The man pulled up the sleeve of Kiin’s suk and pointed to her scarred wrist. He asked Qakan something, and Qakan cleared his throat, finally answering in jerky, broken phrases. The man turned and spat on the ground, then asked another question. Qakan shrugged his shoulders.
The man left the fire and went to a crude lean-to that was propped beside an inverted ik, the boat longer and wider than Qakan’s ik and covered with a thick hide that had few seams. The man returned with a small packet and handed it to Kiin.
He said something to Kiin and Qakan translated: “Goose fat for your wrists.” Qakan’s face was pinched and red. She looked up at the Walrus hunter and thanked him, then spread the grease over her wrists.
The fat smelled strong, nearly rancid, but it was soothing, and when Kiin had finished her wrists, she leaned over and greased her ankles. This brought another murmur from the three men, and the tallest one said something to Qakan, something that made Qakan grin foolishly and jump to his feet, hauling Kiin up beside him.
“Go to the ik,” he said to her. “They have agreed to take us to their village.”
Kiin bound up the packet of grease and handed it back to the man, but he smiled at her and shook his head. He said something to Qakan and Qakan said to Kiin, “Keep it,” and when Kiin still held the packet out toward the man, Qakan pushed it back, making a sound of disgust in his throat. “He said it is yours. You are to keep it.”
Kiin smiled at the man, at all three men, and nodded, then walked to the ik, standing beside it as Qakan helped the three men bury their fire and dismantle their lean-to.
They are a good people, Kiin thought as she watched. Too good for the curse Qakan was bringing them. She wondered what Qakan had told them about her wrists, how he had explained.

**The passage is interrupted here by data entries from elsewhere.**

"""Settings in; the feed that they name as a live source, and a way to the topics of its cluster, out."""

from __future__ import annotations

from collections.abc import Callable, Mapping
from typing import Any, Literal

from stream.errors import BadSettings
from stream.message import LiveSource
from stream.runs.outbox import Publisher
from stream.settings import Settings
from stream.sources import FollowSource

__all__ = ["OnGap", "live_source", "publisher_of", "refuse_other_kind"]

OnGap = Literal["refuse", "skip"]


def live_source(
    settings: Settings,
    *,
    on_gap: OnGap = "refuse",
    stopping: Callable[[], bool] = lambda: False,
    known: dict[str, Any] | None = None,
) -> LiveSource:
    """The feed, to be followed without end.

    `on_gap`: what to do where messages were removed before they were read; `stopping`: asked while a source
    waits to be opened; `known`: a position of the same feed, by which renamed files are found.
    """
    feed = settings.feed
    if feed.kind == "topic":
        from stream.topics import Secrets, TopicSource

        return TopicSource(
            feed,
            Secrets(settings),
            on_gap=on_gap,
            unavailable_after_s=settings.worker.unavailable_after_s,
            stopping=stopping,
        )
    return FollowSource(feed.paths, settings.folder, feed.max_line_bytes, known)


def publisher_of(settings: Settings) -> Callable[[], Publisher]:
    """Connects to the cluster of `settings.feed`, to write there. Raises BadSettings where none is named."""
    if not settings.feed.servers:
        raise BadSettings("rejects.topic and scores.topic need feed.servers: name the brokers that have them")
    from stream.topics import Publisher, Secrets

    return lambda: Publisher(settings.feed, Secrets(settings))


def refuse_other_kind(settings: Settings, position: Mapping[str, Any]) -> None:
    """Raises BadSettings where the feed is of another kind than the one that `position` is a place in."""
    feed = settings.feed
    if "files" in position and feed.kind == "topic":
        was, now = "logs", f"topic {feed.topic}"
    elif "topic" in position and feed.kind == "log":
        was, now = f"topic {position['topic']}", "logs"
    else:
        return
    raise BadSettings(
        f"the state was learned from {was}; the settings read {now}, where the place that it stands at means "
        "nothing. Set feed.kind back, or begin again in another state.folder"
    )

Whatever he had said seemed to satisfy them. They were no longer angry with him. The youngest man often clapped a hand on Qakan’s back, and the one with the scar spoke often, making the others laugh as they worked.
The three men loaded their supplies in their boat and carried it to the water. Qakan helped them push it out, and then he and Kiin dragged their ik into the waves.
“They think you are a slave, captured from the Whale Hunters,” Qakan said.
Kiin picked up her paddle. “That is what you told them?” she asked.
“How else could I explain your wrists?”
“But they gave me medicine,” Kiin said.
“I told you they were a good people.” Qakan leaned forward. His fat cheeks made his eyes look like dark slits. “Do you think I would trade you to an evil people?”
Kiin turned around and sat down in the bow of the ik. Why answer?
36
IN THE MIDDLE OF the afternoon the Walrus hunters paddled their boat back to offer Qakan and Kiin food.
“Take it and like it,” Qakan said to Kiin, his voice jolly, but his eyes hard. “If you were with First Men hunters, we would eat only at night.”
Kiin in turn offered the men some of the fish that were drying on the edge of the ik.
“You insult them with your poor food,” Qakan hissed at her, smiling as he spoke. But the men, nodding and laughing, took the fish and ate it, and Kiin defied Qakan by giving them more.
After eating, the men pulled ahead again, and after a time of paddling in silence Qakan said, “They are a father and two sons. They made a trading trip before winter.”
Kiin did not turn, did not indicate that she heard him.